Otherwise these can be recovered for recycling easily. Rubber tyres are not reusable after the expiry of its service life. Fibre glass reinforced plastic components based on their condition can be reused and design facilitate their recovery. If these are not in working conditions, these are to be discarded in land fills. However, a process has been developed in house at Department of Design, IIT Guwahati to reuse the FRP components as refill in new component making (Section 4.2.9, Fig. 4.3 - 4.8, p 121).
Second aspect of tricycle rickshaw design is introduction of modularity. From the beginning of the research work, emphasis was on introduction of modularity. Thus after Dipbahan was introduced as a passenger version, two more version based on the same platform was designed and fabricated through participation of Small Enterprise. These are Dipbahan Ankur as school van and Dipbahan Pariskar as a municipality solid waste disposal vehicle for collection and disposal of garbage from individual households, where on the basic chassis frame the passenger seat component may easily be replaced with modules of specific requirement (which is detailed out in Chapter 7).

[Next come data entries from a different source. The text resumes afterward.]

import {
  energisedSections,
  placeKey,
  placesOnCircuit,
  sectionByPlace,
  sectionTree,
} from '@lampwright/harness';
import type { PartId, SectionTree } from '@lampwright/harness';
import { believe, createPlanner, DEFAULT_TIMING } from '@lampwright/isolation';
import type { Reading, Timing } from '@lampwright/isolation';
import { fleetCircuits } from './testing/fleet';

/** How the planner's loop ended for a short hidden in one section. */
interface End {
  section: number;
  powerUps: number;
}

/**
 * Plays the loop for every section at once: truthful readings depend on the hidden section alone, so sections that
 * have given the same readings share one belief and one plan.
 */
function playAll(tree: SectionTree, timing: Timing): Map<number, End> {
  const ends = new Map<number, End>();
  const go = (hidden: number[], readings: Reading[], open: readonly PartId[]) => {
    const belief = believe(tree, readings);
    expect([...belief.inQuestion].sort((a, b) => a - b)).toEqual(hidden);
    const plan = planner.plan({ tree, probabilities: belief.probabilities, open, timing });
    if (plan.kind === 'known') {
      for (const each of hidden) {
        ends.set(each, { section: plan.section, powerUps: readings.length });
      }
      return;
    }
    const energised = energisedSections(tree, plan.advice.open);
    const overload = hidden.filter((index) => energised[index]);
    const holds = hidden.filter((index) => !energised[index]);
    expect(overload.length, 'a power-up that tells nothing').toBeGreaterThan(0);
    expect(holds.length, 'a power-up that tells nothing').toBeGreaterThan(0);
    const next = plan.advice.open;
    go(overload, [...readings, { open: next, outcome: 'overload' }], next);
    go(holds, [...readings, { open: next, outcome: 'holds' }], next);
  };
  go(
    tree.sections.map(({ index }) => index),
    [],
    [],
  );
  return ends;
}

const planner = createPlanner();

const settings: [name: string, timing: Timing][] = [
  ['on foot', DEFAULT_TIMING],
  [
    'with power at hand and a breaker',
    { ...DEFAULT_TIMING, walkSecondsPerMetre: 0, overloadSeconds: 40 },
  ],
];

describe.each(settings)('the planner, %s', (_, timing) => {
  it.each(fleetCircuits)(
    'finds a short in every place of $circuit on $unit',
    ({ harness, circuit }) => {
      const tree = sectionTree(harness, circuit);
      const ends = playAll(tree, timing);
      const home = sectionByPlace(tree);
      const places = placesOnCircuit(harness, circuit);
      expect(places.length).toBeGreaterThan(tree.sections.length);
      for (const { ref } of places) {
        const end = ends.get(home.get(placeKey(ref)) ?? -1);
        expect(end?.section, placeKey(ref)).toBe(home.get(placeKey(ref)));
        expect(end?.powerUps, placeKey(ref)).toBeLessThanOrEqual(tree.sections.length - 1);
      }
    },
    30_000,
  );
});
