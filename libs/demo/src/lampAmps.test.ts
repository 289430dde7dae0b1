import { LAMP_CURRENTS } from '@lampwright/harness';
import type { LampUse } from '@lampwright/harness';
import { lampAmps } from './lampAmps';
import type { LampFunction } from './lampAmps';

const USES: Record<LampFunction, LampUse> = {
  tail: 'tail',
  stop: 'stopTurn',
  turn: 'stopTurn',
  'mid-turn': 'stopTurn',
  plate: 'plate',
  clearance: 'marker',
  'side-marker': 'marker',
  identification: 'marker',
  abs: 'marker',
  inflation: 'marker',
};

describe('lampAmps', () => {
  it.each(Object.entries(USES))('keeps an LED %s within common practice', (name, use) => {
    const range = LAMP_CURRENTS.find((each) => each.technology === 'led' && each.use === use);
    const amps = lampAmps('led', name as LampFunction);
    expect(amps).toBeGreaterThanOrEqual(range?.leastAmps ?? Infinity);
    expect(amps).toBeLessThanOrEqual(range?.mostAmps ?? -Infinity);
  });

  // An LED draws roughly a tenth of a filament lamp: trade pages.
  it.each(Object.keys(USES))('lets a filament %s draw several times the LED', (name) => {
    const times =
      lampAmps('filament', name as LampFunction) / lampAmps('led', name as LampFunction);
    expect(times).toBeGreaterThan(5);
    expect(times).toBeLessThan(16);
  });
});
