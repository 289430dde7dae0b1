import { connectorByName } from '@lampwright/harness';
import { J560 } from './circuits';

describe('the circuits of the demo plans', () => {
  it('have the contacts and colours that the reference gives for SAE J560', () => {
    const contacts = connectorByName('SAE J560')?.contacts ?? [];
    const colours = new Map(contacts.map(({ pin, colour }) => [pin, colour]));
    const circuits = Object.values(J560);
    expect(circuits.map(({ pin }) => pin)).toEqual([2, 3, 4, 5, 6, 7]);
    for (const { id, pin, colour } of circuits) expect(colours.get(pin ?? 0), id).toBe(colour);
  });
});
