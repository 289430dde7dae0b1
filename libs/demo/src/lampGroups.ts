import type { LampColour, LampTechnology, PartId } from '@lampwright/harness';
import type { PlanBuilder } from './builder';
import type { Wire } from './circuits';
import type { Handling } from './handling';
import type { Feeds } from './lampLoads';
import type { LampFunction } from './lampAmps';
import type { Feeder } from './nodes';

/** `turn` stands for the turn circuit of the lamp's own side. */
type SideFeeds = Partial<Record<LampFunction, Wire | 'turn'>>;

export interface LampPair {
  id: PartId;
  /** The side is added to it. */
  label: string;
  along: number;
  /** From the centre line to each lamp; not negative. */
  out: number;
  up: number;
  /** Goes on after "Road side" or "Curb side". */
  where: string;
  /** One feeder for both, or the road side's and the curb side's. */
  from: Feeder | readonly [road: Feeder, curb: Feeder];
  colour: LampColour;
  feeds: SideFeeds;
  handling?: Handling;
  technology?: LampTechnology;
  awg?: number;
}

const SIDES = [
  { id: 'road', words: 'Road side', sign: -1, turn: 'left' },
  { id: 'curb', words: 'Curb side', sign: 1, turn: 'right' },
] as const;

function isEach(from: LampPair['from']): from is readonly [Feeder, Feeder] {
  return Array.isArray(from);
}

function feedsOf(feeds: SideFeeds, turn: Wire): Feeds {
  return Object.fromEntries(
    Object.entries(feeds).map(([name, wire]) => [name, wire === 'turn' ? turn : wire]),
  );
}

/** Two like lamps, one on each side: `<id>-road` and `<id>-curb`. */
export function lampPair(plan: PlanBuilder, pair: LampPair): void {
  const { id, label, along, out, up, where, from, feeds, ...rest } = pair;
  SIDES.forEach((side, index) => {
    plan.lamp({
      ...rest,
      id: `${id}-${side.id}`,
      label: `${label}, ${side.words.toLowerCase()}`,
      at: [along, side.sign * out, up],
      where: `${side.words}, ${where}`,
      from: isEach(from) ? (from[index] as Feeder) : from,
      feeds: feedsOf(feeds, side.turn),
    });
  });
}

export interface IdLamps {
  from: Feeder;
  along: number;
  up: number;
  where: string;
  wire: Wire;
  handling?: Handling;
}

/** The three red identification lamps, 0.3 m apart about the centre line (49 CFR 393.11; spacing FMVSS 108). */
export function idLamps(plan: PlanBuilder, group: IdLamps): void {
  const { wire, along, up, where, ...rest } = group;
  for (const [id, words, across] of [
    ['road', 'road side', -0.3],
    ['centre', 'centre', 0],
    ['curb', 'curb side', 0.3],
  ] as const) {
    plan.lamp({
      ...rest,
      id: `id-${id}`,
      label: `ID lamp, ${words}`,
      at: [along, across, up],
      where: `${where} The ${id === 'centre' ? 'middle' : words} one of three.`,
      colour: 'red',
      feeds: { identification: wire },
    });
  }
}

4.3.5 Examining and testing of service-terminated products to obtain useful design information
Service terminated products were collected and examined to ascertain the cause of its failure thereby shortcomings of design and materials. This provided some vital information for redesign of the newly designed tricycle rickshaw. One such case in hand was rear wheel bearing and bearing block. It was found that the rear wheel bearings used to get damaged frequently. There were also few cases of breakage of bearing block during operation of the rickshaw. The causes for these were traced to:
i. Breakage of bearing is due to lack of oiling and greasing. This itself is to be attributed to difficulty in oiling and greasing by the rickshaw pullers. The bearing block used is designed to protect the bearing from dirt and dust by enclosing it (Fig. 5.33, p165). The axle comes out through the opening at both sides of the bearing block. Therefore for oiling and greasing require dismantling the bearing block. Normal rickshaw puller as well as mechanics in rickshaw repairing shop are not habituated at this. For oiling and greasing, mechanics charge higher amount. Every time it amounts around Rs. 20.00 – 25.00. But with traditional foot pedaled tricycle rickshaw with locally fabricated bearing bracket keep the bearing exposed (Fig. 5.32, p 165) and this assist in frequent oiling and greasing without dismantling anything and hence more convenient. This prevented the damage and failure of the bearings. This has been incorporated in the new design.
ii. Second aspect of breakage of bearing block was due to absence of a rubber piece used as dampener between the bearing and the bearing block and a wooden piece between the chassis bracket and the bearing block used for mounting the bearing block to the chassis. Thus being a cast iron piece, during sudden shock on road, the bearing block used to crack. It was also found that in a few cases, bearing block itself was sub-standard. Usage of mild steel bracket in the new design increases the life of the component.